My team at Couchbase has been building mobile NoSQL databases that sync[1],
for a number of years now, and our tech is used by a few apps in the app store
already.[2]

This preamble is to say that I've had plenty of conversations with developers
who would be in iCloud's target market but decided not to use it. And the big
reason they won't use it has very little to do with the reliability and user
experience problems that keep coming up in the critiques of iCloud. The big
reason they don't use it, is that they need to control their data.
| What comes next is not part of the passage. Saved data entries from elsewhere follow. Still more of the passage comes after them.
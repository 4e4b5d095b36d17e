//! Stage 4: the Monte Carlo study (MODEL.md §4). Many independent histories of
//! one scenario; each path's stream comes from `(seed, path index)` alone, and
//! outcomes are folded in path order, so the result is byte-identical whatever
//! the thread count.

pub mod coverage;
mod outcomes;
mod ranking;
mod records;
mod tally;
mod worker;

use crate::simulate::Setup;
pub use outcomes::PathOutcome;
pub use ranking::{PairedDifference, RuleRanking};
pub use records::{RuleStats, RulesOut, Target, net_ir_rule, rule_stats};
pub use tally::{ChoiceTally, CurveTally, NetTally, StudyTally};
pub use worker::{Worker, simulate_all};

use crate::measure::fit::Family;
use crate::portfolio::PortfolioTruth;
use crate::rule::PerRule;
use crate::stats::BAND_LEVELS;
use crate::stats::{argmax1, near_set};
use serde::Serialize;
use std::collections::BTreeMap;

/// Mean and quantile bands of a measured curve across paths.
#[derive(Debug, Clone, Serialize)]
pub struct CurveStats {
    /// Mean over paths (index 0 = lag or horizon 1).
    pub mean: Vec<f64>,
    /// Monte Carlo standard error of that mean.
    pub mean_se: Vec<Option<f64>>,
    /// Bands at 5, 25, 50, 75 and 95 %, one vector per level.
    pub quantiles: Vec<Vec<f64>>,
}

/// The whole study.
#[derive(Debug, Clone, Serialize)]
pub struct StudyResult {
    /// Paths simulated.
    pub paths: usize,
    /// Master seed.
    pub seed: u64,
    /// Standard-error method of the per-path estimators.
    pub se_method: String,
    /// Results per rule.
    pub rules: RulesOut,
    /// The horizon rules compared path by path.
    pub ranking: RuleRanking,
    /// How often the fitted rule chose each family.
    pub fitted_families: BTreeMap<String, u64>,
    /// Measured mean lagged IC across paths.
    pub lagged_ic: CurveStats,
    /// Measured mean horizon IC across paths.
    pub horizon_ic: CurveStats,
    /// Measured mean rank lagged IC (when `rank_ic`).
    pub rank_lagged_ic: Option<CurveStats>,
    /// One-way cost of the net figures, basis points.
    pub cost_bps: f64,
    /// Each history's measured annualised net IR of the linear book per holding length.
    pub net_ir: CurveStats,
    /// The net optimum at each cost of `--cost-bps` (empty without it).
    pub cost_sweep: Vec<SweepRow>,
}

/// The horizon rules' record alone: what a study without the portfolio layer
/// (no books per path, no reference simulation) reports.
#[derive(Debug, Clone, Serialize)]
pub struct HorizonStudy {
    /// Paths simulated.
    pub paths: usize,
    /// Master seed.
    pub seed: u64,
    /// Standard-error method of the per-path estimators.
    pub se_method: String,
    /// Each horizon rule's record.
    pub rules: PerRule<RuleStats>,
    /// The horizon rules compared path by path.
    pub ranking: RuleRanking,
    /// How often the fitted rule chose each family.
    pub fitted_families: BTreeMap<String, u64>,
    /// Measured mean lagged IC across paths.
    pub lagged_ic: CurveStats,
    /// Measured mean horizon IC across paths.
    pub horizon_ic: CurveStats,
    /// Measured mean rank lagged IC (when `rank_ic`).
    pub rank_lagged_ic: Option<CurveStats>,
}

/// The study of the horizon rules alone, without the portfolio layer: the
/// same paths and choices as [`run`] (each path's stream depends only on the
/// seed and its index), at the cost of simulating and measuring them.
pub fn run_horizons(setup: &Setup, threads: usize, progress: &(dyn Fn(usize) + Sync)) -> HorizonStudy {
    let paths = 0..setup.scenario.paths;
    horizons(setup, &simulate_all(setup, None, paths, threads, progress))
}

/// The one-way costs (basis points) whose net-IR rule a study follows: the
/// scenario's (the portfolio truth's), then each of `sweep`.
pub fn study_costs(setup: &Setup, sweep: &[f64]) -> Vec<f64> {
    std::iter::once(setup.scenario.portfolio.cost_bps).chain(sweep.iter().copied()).collect()
}

/// Runs every path on `threads` threads, reporting paths done to `progress`.
/// `sweep` lists one-way costs (basis points) at which the net optimum is
/// also reported (truth from the reference sums, measured from each path's).
pub fn run(
    setup: &Setup,
    portfolio: &PortfolioTruth,
    sweep: &[f64],
    threads: usize,
    progress: &(dyn Fn(usize) + Sync),
) -> StudyResult {
    let costs = study_costs(setup, sweep);
    let tally = simulate_all(setup, Some(&costs), 0..setup.scenario.paths, threads, progress);
    finish(setup, portfolio, &tally)
}

/// The study's results from its tally: the net-IR rule at the portfolio's
/// cost, then one sweep row per further cost the tally followed.
pub fn finish(setup: &Setup, portfolio: &PortfolioTruth, tally: &StudyTally) -> StudyResult {
    let mut result = aggregate(setup, portfolio, tally);
    result.cost_sweep = tally.net[1..].iter().map(|net| sweep_row(setup, portfolio, net)).collect();
    result
}

/// Most histories in the study at twice the history (its figures need less
/// precision than the main study's: they are compared, not reported alone).
pub const MORE_HISTORY_PATHS: usize = 1000;

/// What twice the history would buy: every rule's record on histories twice
/// as long (same seed, so each path's first dates are the main study's path,
/// at most [`MORE_HISTORY_PATHS`] of them).
#[derive(Debug, Clone, Serialize)]
pub struct MoreHistory {
    /// Dates per history (twice the scenario's).
    pub history: usize,
    /// Histories simulated.
    pub paths: usize,
    /// Each rule's record at that history.
    pub rules: RulesOut,
}

/// The set-up of the study at twice the history, or `None` past the limits.
pub fn more_history_setup(setup: &Setup) -> Option<Setup> {
    let s = &setup.scenario;
    let twice = crate::scenario::Overrides {
        history: Some(2 * s.history),
        paths: Some(s.paths.min(MORE_HISTORY_PATHS)),
        ..Default::default()
    };
    // A history past the scenario's size limits is refused by the validation.
    Setup::new(s.revised(&twice).ok()?).ok()
}

/// The record at twice the history from its tally (`longer` from [`more_history_setup`]).
pub fn more_history_of(longer: &Setup, portfolio: &PortfolioTruth, tally: &StudyTally) -> MoreHistory {
    let result = aggregate(longer, portfolio, tally);
    MoreHistory { history: longer.scenario.history, paths: result.paths, rules: result.rules }
}

/// The true and the measured net optimum at one cost.
#[derive(Debug, Clone, Serialize)]
pub struct SweepRow {
    /// One-way cost, basis points.
    pub cost_bps: f64,
    /// True best holding length (1-based).
    pub true_best_holding: usize,
    /// True annualised net IR there.
    pub true_net_ir: f64,
    /// Its Monte Carlo standard error.
    pub true_net_ir_se: f64,
    /// Holding lengths within the tolerance of the best.
    pub true_near_best: Vec<usize>,
    /// The net-IR rule at this cost.
    pub measured: RuleStats,
    /// True annualised net IR per holding length at this cost (index 0 = holding 1).
    pub true_net_ir_curve: Vec<f64>,
    /// Each history's measured annualised net IR per holding length at this cost.
    pub measured_net_ir: CurveStats,
}

fn sweep_row(setup: &Setup, portfolio: &PortfolioTruth, net: &NetTally) -> SweepRow {
    let (c, ppy) = (net.cost_bps * 1e-4, setup.scenario.periods_per_year);
    let (ir, se) = crate::portfolio::truth::net_ir_at(&portfolio.linear_sums, &portfolio.linear_paths, c, ppy);
    let best = argmax1(&ir);
    SweepRow {
        cost_bps: net.cost_bps,
        true_best_holding: best,
        true_net_ir: ir[best - 1],
        true_net_ir_se: se[best - 1],
        true_near_best: near_set(&ir, setup.scenario.near_best_tolerance),
        measured: net_ir_rule(setup, &ir, &portfolio.linear_paths, net),
        measured_net_ir: curve_stats(&net.curve),
        true_net_ir_curve: ir,
    }
}

/// Mean, standard error and quantile bands of a curve across paths.
fn curve_stats(t: &CurveTally) -> CurveStats {
    CurveStats {
        mean: t.sums.iter().map(|s| s.mean()).collect(),
        mean_se: t.sums.iter().map(|s| s.se()).collect(),
        quantiles: BAND_LEVELS.iter().map(|&q| t.bands.iter().map(|b| b.quantile(q)).collect()).collect(),
    }
}

/// The horizon rules' record from a study's tally.
fn horizons(setup: &Setup, tally: &StudyTally) -> HorizonStudy {
    let t = &setup.truth;
    let target = Target { truth: &t.horizon_ic, best: t.best_horizon, near: &t.near_best };
    let fitted_families = Family::ALL.iter().zip(&tally.families).map(|(f, &n)| (f.name().to_string(), n)).collect();
    HorizonStudy {
        paths: tally.paths as usize,
        seed: setup.scenario.seed,
        se_method: crate::measure::hac::METHOD.into(),
        ranking: ranking::rank(&tally.pairs),
        rules: PerRule::from_fn(|r| rule_stats(r.describe(), &target, &tally.rules[r])),
        fitted_families,
        lagged_ic: curve_stats(&tally.lagged),
        horizon_ic: curve_stats(&tally.horizon),
        rank_lagged_ic: tally.rank_lagged.as_ref().map(curve_stats),
    }
}

impl StudyResult {
    /// The horizon rules' part of the study.
    pub fn horizons(&self) -> HorizonStudy {
        HorizonStudy {
            paths: self.paths,
            seed: self.seed,
            se_method: self.se_method.clone(),
            rules: self.rules.horizon.clone(),
            ranking: self.ranking.clone(),
            fitted_families: self.fitted_families.clone(),
            lagged_ic: self.lagged_ic.clone(),
            horizon_ic: self.horizon_ic.clone(),
            rank_lagged_ic: self.rank_lagged_ic.clone(),
        }
    }
}

/// The study's results from its tally (whose first net-IR record is at the
/// portfolio's cost), without the cost sweep.
pub fn aggregate(setup: &Setup, portfolio: &PortfolioTruth, tally: &StudyTally) -> StudyResult {
    let h = horizons(setup, tally);
    let net = &tally.net[0];
    StudyResult {
        paths: h.paths,
        seed: h.seed,
        se_method: h.se_method,
        ranking: h.ranking,
        rules: RulesOut {
            horizon: h.rules,
            net_ir: net_ir_rule(setup, &portfolio.linear.net_ir, &portfolio.linear_paths, net),
        },
        cost_bps: portfolio.cost_bps,
        net_ir: curve_stats(&net.curve),
        cost_sweep: Vec::new(),
        fitted_families: h.fitted_families,
        lagged_ic: h.lagged_ic,
        horizon_ic: h.horizon_ic,
        rank_lagged_ic: h.rank_lagged_ic,
    }
}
It's one thing for a small game or journaling app to outsource data management
to Apple, but an entirely different thing for medical apps, enterprise sales,
or other "serious" apps to do that. Perhaps in the long term Apple will offer
an enterprise version of iCloud that you can run on your own terms. But until
that happens, most serious apps are going to want to run their own
infrastructure.

BTW all the code we write is open source, so if you are interested in sync
capable databases with offline and p2p support, join us. [3]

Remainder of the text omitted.